Saved data entries:
>>>
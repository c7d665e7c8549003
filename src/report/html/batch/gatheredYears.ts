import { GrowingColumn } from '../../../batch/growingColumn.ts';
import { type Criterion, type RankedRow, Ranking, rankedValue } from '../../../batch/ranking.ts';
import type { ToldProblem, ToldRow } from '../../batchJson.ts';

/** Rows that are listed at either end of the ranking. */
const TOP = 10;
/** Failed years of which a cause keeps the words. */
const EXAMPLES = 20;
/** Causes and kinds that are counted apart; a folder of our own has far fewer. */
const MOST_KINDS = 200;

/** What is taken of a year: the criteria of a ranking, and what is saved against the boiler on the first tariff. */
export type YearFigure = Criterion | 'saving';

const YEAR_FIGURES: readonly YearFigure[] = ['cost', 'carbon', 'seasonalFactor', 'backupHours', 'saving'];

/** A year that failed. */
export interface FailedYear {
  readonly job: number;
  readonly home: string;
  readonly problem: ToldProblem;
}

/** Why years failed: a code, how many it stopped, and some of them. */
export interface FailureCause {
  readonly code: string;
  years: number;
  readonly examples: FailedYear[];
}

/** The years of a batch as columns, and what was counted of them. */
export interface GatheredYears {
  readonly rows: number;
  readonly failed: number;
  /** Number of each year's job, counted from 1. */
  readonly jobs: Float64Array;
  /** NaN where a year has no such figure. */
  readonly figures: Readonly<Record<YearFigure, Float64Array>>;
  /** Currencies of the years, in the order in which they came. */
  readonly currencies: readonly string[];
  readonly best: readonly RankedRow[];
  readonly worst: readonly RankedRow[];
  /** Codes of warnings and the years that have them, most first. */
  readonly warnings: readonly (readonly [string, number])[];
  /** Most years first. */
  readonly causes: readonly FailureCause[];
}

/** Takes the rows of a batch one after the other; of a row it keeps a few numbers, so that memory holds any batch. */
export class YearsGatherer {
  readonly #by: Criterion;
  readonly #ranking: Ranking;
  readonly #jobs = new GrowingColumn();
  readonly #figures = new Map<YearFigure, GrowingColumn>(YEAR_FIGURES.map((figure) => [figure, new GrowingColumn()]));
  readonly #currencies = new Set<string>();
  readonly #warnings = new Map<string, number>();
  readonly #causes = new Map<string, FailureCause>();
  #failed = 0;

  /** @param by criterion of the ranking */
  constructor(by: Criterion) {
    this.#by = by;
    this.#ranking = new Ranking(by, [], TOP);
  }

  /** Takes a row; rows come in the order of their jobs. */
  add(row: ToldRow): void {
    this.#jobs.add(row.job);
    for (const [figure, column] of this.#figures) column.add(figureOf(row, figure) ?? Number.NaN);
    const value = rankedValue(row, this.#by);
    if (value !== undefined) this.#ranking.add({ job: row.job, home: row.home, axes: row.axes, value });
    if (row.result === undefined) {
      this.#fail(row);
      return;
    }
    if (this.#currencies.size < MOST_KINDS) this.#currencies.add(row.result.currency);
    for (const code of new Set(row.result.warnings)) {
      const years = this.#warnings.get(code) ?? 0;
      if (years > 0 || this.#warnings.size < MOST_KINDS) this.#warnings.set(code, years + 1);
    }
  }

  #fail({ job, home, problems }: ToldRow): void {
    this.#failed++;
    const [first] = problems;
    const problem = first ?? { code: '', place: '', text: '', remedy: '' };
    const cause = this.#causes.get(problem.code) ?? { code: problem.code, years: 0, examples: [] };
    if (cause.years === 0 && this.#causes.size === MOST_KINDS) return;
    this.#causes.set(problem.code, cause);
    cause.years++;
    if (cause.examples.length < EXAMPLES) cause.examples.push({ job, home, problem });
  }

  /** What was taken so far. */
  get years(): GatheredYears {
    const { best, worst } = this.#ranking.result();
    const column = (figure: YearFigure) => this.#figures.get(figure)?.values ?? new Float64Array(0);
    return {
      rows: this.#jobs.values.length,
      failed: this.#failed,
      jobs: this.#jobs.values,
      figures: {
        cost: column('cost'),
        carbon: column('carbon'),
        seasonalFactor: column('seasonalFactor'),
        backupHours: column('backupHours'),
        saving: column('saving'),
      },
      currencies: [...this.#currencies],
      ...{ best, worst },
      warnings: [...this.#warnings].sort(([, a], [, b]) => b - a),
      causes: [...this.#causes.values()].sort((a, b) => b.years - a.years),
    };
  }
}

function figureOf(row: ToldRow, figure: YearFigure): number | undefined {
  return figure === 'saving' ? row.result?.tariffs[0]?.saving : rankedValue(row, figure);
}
<<<
>>>
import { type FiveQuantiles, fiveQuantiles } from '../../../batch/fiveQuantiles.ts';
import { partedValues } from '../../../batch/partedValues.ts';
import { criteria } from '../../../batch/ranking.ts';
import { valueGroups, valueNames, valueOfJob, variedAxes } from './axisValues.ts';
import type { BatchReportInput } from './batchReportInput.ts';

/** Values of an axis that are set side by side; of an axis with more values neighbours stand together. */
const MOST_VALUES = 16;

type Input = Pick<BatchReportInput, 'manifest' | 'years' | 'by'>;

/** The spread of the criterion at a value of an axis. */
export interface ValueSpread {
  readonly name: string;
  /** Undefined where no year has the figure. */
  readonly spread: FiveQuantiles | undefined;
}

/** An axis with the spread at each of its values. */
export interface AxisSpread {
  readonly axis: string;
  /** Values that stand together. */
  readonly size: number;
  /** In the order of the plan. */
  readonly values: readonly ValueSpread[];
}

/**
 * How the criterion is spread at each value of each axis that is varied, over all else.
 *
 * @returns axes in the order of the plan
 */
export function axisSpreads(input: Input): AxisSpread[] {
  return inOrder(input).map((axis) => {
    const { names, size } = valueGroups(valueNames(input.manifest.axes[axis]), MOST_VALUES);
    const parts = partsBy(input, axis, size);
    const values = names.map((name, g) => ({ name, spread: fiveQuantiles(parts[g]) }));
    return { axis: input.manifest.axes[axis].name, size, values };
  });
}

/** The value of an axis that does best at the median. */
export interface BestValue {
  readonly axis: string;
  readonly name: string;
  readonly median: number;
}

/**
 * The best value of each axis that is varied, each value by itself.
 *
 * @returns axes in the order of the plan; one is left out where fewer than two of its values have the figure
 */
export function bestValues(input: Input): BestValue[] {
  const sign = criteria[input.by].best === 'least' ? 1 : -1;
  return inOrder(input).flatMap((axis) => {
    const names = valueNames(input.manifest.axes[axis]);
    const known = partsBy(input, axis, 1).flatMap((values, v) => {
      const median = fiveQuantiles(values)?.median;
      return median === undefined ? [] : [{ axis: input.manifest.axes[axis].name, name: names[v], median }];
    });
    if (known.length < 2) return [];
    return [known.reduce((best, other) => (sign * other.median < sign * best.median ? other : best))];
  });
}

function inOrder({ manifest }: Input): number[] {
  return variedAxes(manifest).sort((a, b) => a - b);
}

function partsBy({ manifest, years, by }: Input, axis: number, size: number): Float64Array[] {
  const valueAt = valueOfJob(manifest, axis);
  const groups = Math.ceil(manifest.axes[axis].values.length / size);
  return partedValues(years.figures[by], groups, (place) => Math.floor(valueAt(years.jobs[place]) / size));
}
<<<
__WHAT IS REQUIRED__
When a line contains the string "each", copy it from the records.

__ANSWER BOX__
  /** Number of each year's job, counted from 1. */
/** An axis with the spread at each of its values. */
 * How the criterion is spread at each value of each axis that is varied, over all else.
 * The best value of each axis that is varied, each value by itself.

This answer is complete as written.